I am attempting to learn set theory, but a specific lemma in my book is confusing me. It states
Let $p: \mathcal{P} X \rightarrow \mathcal{P} X$ be a monotonic function on a set $X$ such that, $A \subseteq B \subseteq X$ implies $p(A) \subseteq p(B)$. Then there is a set $Z \subseteq X$ such that $p(Z) = Z$.
My book states the proof
$Z = \bigcup\{A \subseteq X: A \subseteq p(A)\}$ Take $z \in Z$. There is a set $A \subseteq X$ such that $z \in A$ and $A \subseteq p(A)$. So $z \in p(A)$. Moreover, $A \subseteq Z$, so $p(A) \subseteq p(Z)$. Thus $z \in p(Z)$.

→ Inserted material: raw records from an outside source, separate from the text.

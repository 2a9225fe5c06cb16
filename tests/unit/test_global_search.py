"""The global search gathers populations in every mode and says when there is nothing to find."""

from __future__ import annotations

import numpy as np
import pytest

from scanfit.errors import ScanStopped
from scanfit.explorers.global_search import GlobalSearch, reflected
from scanfit.explorers.lockstep import LockstepPool


def search(log_likelihood, generations: int = 200) -> GlobalSearch:  # type: ignore[no-untyped-def]
    seeds = np.random.SeedSequence(5).spawn(4)
    found = GlobalSearch(LockstepPool(log_likelihood), seeds, 24, 3, generations)
    while not found.finished:
        found.advance(10)
    return found


def two_peaks(points: np.ndarray) -> np.ndarray:
    """Peaks of width 0.01 at (0.2, 0.2, 0.2) and (0.8, 0.8, 0.8), the second a little higher."""
    distances = [((points - place) ** 2).sum(axis=1) / 0.01**2 for place in (0.2, 0.8)]
    return np.asarray(np.logaddexp(-0.5 * distances[0], 0.5 - 0.5 * distances[1]))


def test_populations_lie_near_the_peaks_and_both_are_found() -> None:
    found = search(two_peaks)
    populations = found.populations()
    assert len(populations) == 4
    for points, log_likelihoods in populations:
        assert points.shape == (24, 3)
        assert np.array_equal(log_likelihoods, two_peaks(points))
        assert log_likelihoods.min() >= found.best - found.depth
        assert len(np.unique(points, axis=0)) == 24
    everywhere = np.concatenate([points[:, 0] for points, _ in populations])
    assert (everywhere < 0.5).any()
    assert (everywhere > 0.5).any()


def test_it_finds_a_spot_where_most_of_the_cube_has_likelihood_zero() -> None:
    def log_likelihood(points: np.ndarray) -> np.ndarray:
        return np.where(np.all(points > 0.7, axis=1), -100.0 * ((points - 0.9) ** 2).sum(axis=1), -np.inf)

    assert search(log_likelihood).best > -1.0


def test_a_search_without_success_stops_with_a_reason() -> None:
    found = search(lambda points: np.full(len(points), -np.inf), generations=3)
    with pytest.raises(ScanStopped, match="likelihood above zero"):
        found.populations()


def test_reflection_folds_any_point_into_the_cube() -> None:
    assert reflected(np.array([-0.2, 0.3, 1.1, 2.2, -1.5])) == pytest.approx([0.2, 0.3, 0.9, 0.2, 0.5])
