"""Energy injection around recombination."""

from __future__ import annotations

import math
from pathlib import Path
from typing import Literal

import numpy as np
import pytest

from scanfit.contracts import BuildContext
from scanfit.errors import InputError
from scanfit.likelihoods.candidate import CHANNELS, Candidate, CosmologyOptions
from scanfit.likelihoods.cmb_annihilation import EFFICIENCY, CmbAnnihilation
from scanfit.likelihoods.relic_abundance.cross_sections import constant_average, velocity_expansion
from scanfit.validation import check


def term(**options: object) -> CmbAnnihilation:
    return CmbAnnihilation(check(CmbAnnihilation.Options, options), BuildContext(Path()))


def candidate(
    mass: float, sigma_v: float = 3e-26, dirac: bool = False, f: Literal["scale", "assume-all"] = "assume-all"
) -> Candidate:
    return Candidate(
        mass=mass,
        self_conjugate=not dirac,
        spin_degrees_of_freedom=2,
        annihilation=constant_average(mass=mass, sigma_v=sigma_v),
        cosmology=CosmologyOptions(underabundant=f),
    )


@pytest.mark.parametrize(("efficiency", "mass"), [(0.137, 12.8), (0.33, 30.9), (0.6, 56.0)])
def test_mass_at_which_the_thermal_rate_meets_the_limit(efficiency: float, mass: float) -> None:
    """Independent: 3.2e-28 cm^3/s/GeV excludes 3e-26 cm^3/s below m = f_eff 93.8 GeV."""
    own = term(efficiency={"bb": efficiency})
    assert own.p_ann(candidate(mass)) == pytest.approx(3.2e-28, rel=0.006)


def test_limit_lies_at_95_per_cent() -> None:
    """2 Delta ln L is 3.84 for a limit from a posterior on p >= 0 (half-normal), 2.71 for a one-sided profile."""
    at_limit = candidate(0.3 * 3e-26 / 3.2e-28)
    for kind, difference in (("posterior", 3.841), ("profile", 2.706)):
        own = term(efficiency={"bb": 0.3}, limit_kind=kind)
        nothing = own.loglike(candidate(100.0, sigma_v=1e-40), {})
        assert 2.0 * (nothing - own.loglike(at_limit, {})) == pytest.approx(difference, rel=1e-3)
        assert nothing == pytest.approx(-math.log(math.sqrt(2.0 * math.pi) * own.sigma))


def test_counting_and_fraction() -> None:
    own = term()
    assert own.p_ann(candidate(50.0, dirac=True)) == pytest.approx(0.5 * own.p_ann(candidate(50.0)))
    scaled, full = candidate(50.0, 1e-24, f="scale"), candidate(50.0, 1e-24)
    assert scaled.dm_fraction < 0.1
    assert own.p_ann(scaled) == pytest.approx(scaled.dm_fraction**2 * own.p_ann(full))


def test_p_wave_is_negligible() -> None:
    p_wave = Candidate(
        mass=10.0,
        self_conjugate=True,
        spin_degrees_of_freedom=2,
        annihilation=velocity_expansion(mass=10.0, a=0.0, b=1e-25),
    )
    assert term().p_ann(p_wave) == pytest.approx(0.0, abs=1e-45)


def test_efficiencies() -> None:
    """Entries of arXiv:0906.1197, table 1, from memory, and interpolation in ln m."""
    own = term()
    np.testing.assert_allclose(own.efficiencies(("ee", "mumu", "WW", "nunu"), 100.0), [0.60, 0.23, 0.26, 0.0])
    assert own.efficiencies(("ee",), math.sqrt(1000.0))[0] == pytest.approx(0.5 * (0.77 + 0.60))
    assert set(EFFICIENCY) == set(CHANNELS)


def test_pseudo_data() -> None:
    own, point = term(), candidate(20.0)
    asimov = own.expected(point, {})
    assert asimov.loglike(point, {}) == asimov.loglike(candidate(2000.0), {})
    assert asimov.loglike(candidate(5.0), {}) < asimov.loglike(point, {})
    assert own.best == 0.0
    rng = np.random.default_rng(1)
    best = [own.simulate(point, {}, rng).best for _ in range(2000)]
    assert min(best) >= 0.0
    assert np.mean(best) == pytest.approx(own.p_ann(point), rel=0.1)


def test_explain() -> None:
    (line,) = term().explain(candidate(20.0), {})
    assert line.limit == 3.2e-28
    assert line.predicted == term().p_ann(candidate(20.0))


@pytest.mark.parametrize("options", [{"limit": 0.0}, {"efficiency": {"xx": 0.1}}, {"efficiency": {"bb": 1.5}}])
def test_bad_options(options: dict[str, object]) -> None:
    with pytest.raises(InputError):
        term(**options)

I understand this so far, The union of all the subsets $A$ of $X$, which fufill $A \subseteq p(A)$ compose $Z$. Using the proof above, we prove that $Z$ is a subset of $p(Z)$ but this next part throws me for a loop.
By hypothesis, $p(Z) \subseteq p(p(Z))$. Therefore $p(Z)$ is one of the sets in the family whose union is $Z$. So that means $p(Z) \subseteq Z$. So we have $Z = p(Z)$.
Shouldn't $Z$ be one of the sets making up the union $Z$? As it fulfills the requirements. Additionally, how can we prove that $p(Z)$ is one of the sets, as we didn't prove, (and I don't know how to prove) that $p(Z) $ is a subset of $X$.
Apologies in my formatting/title is not correct, this is my first post to StackExchange.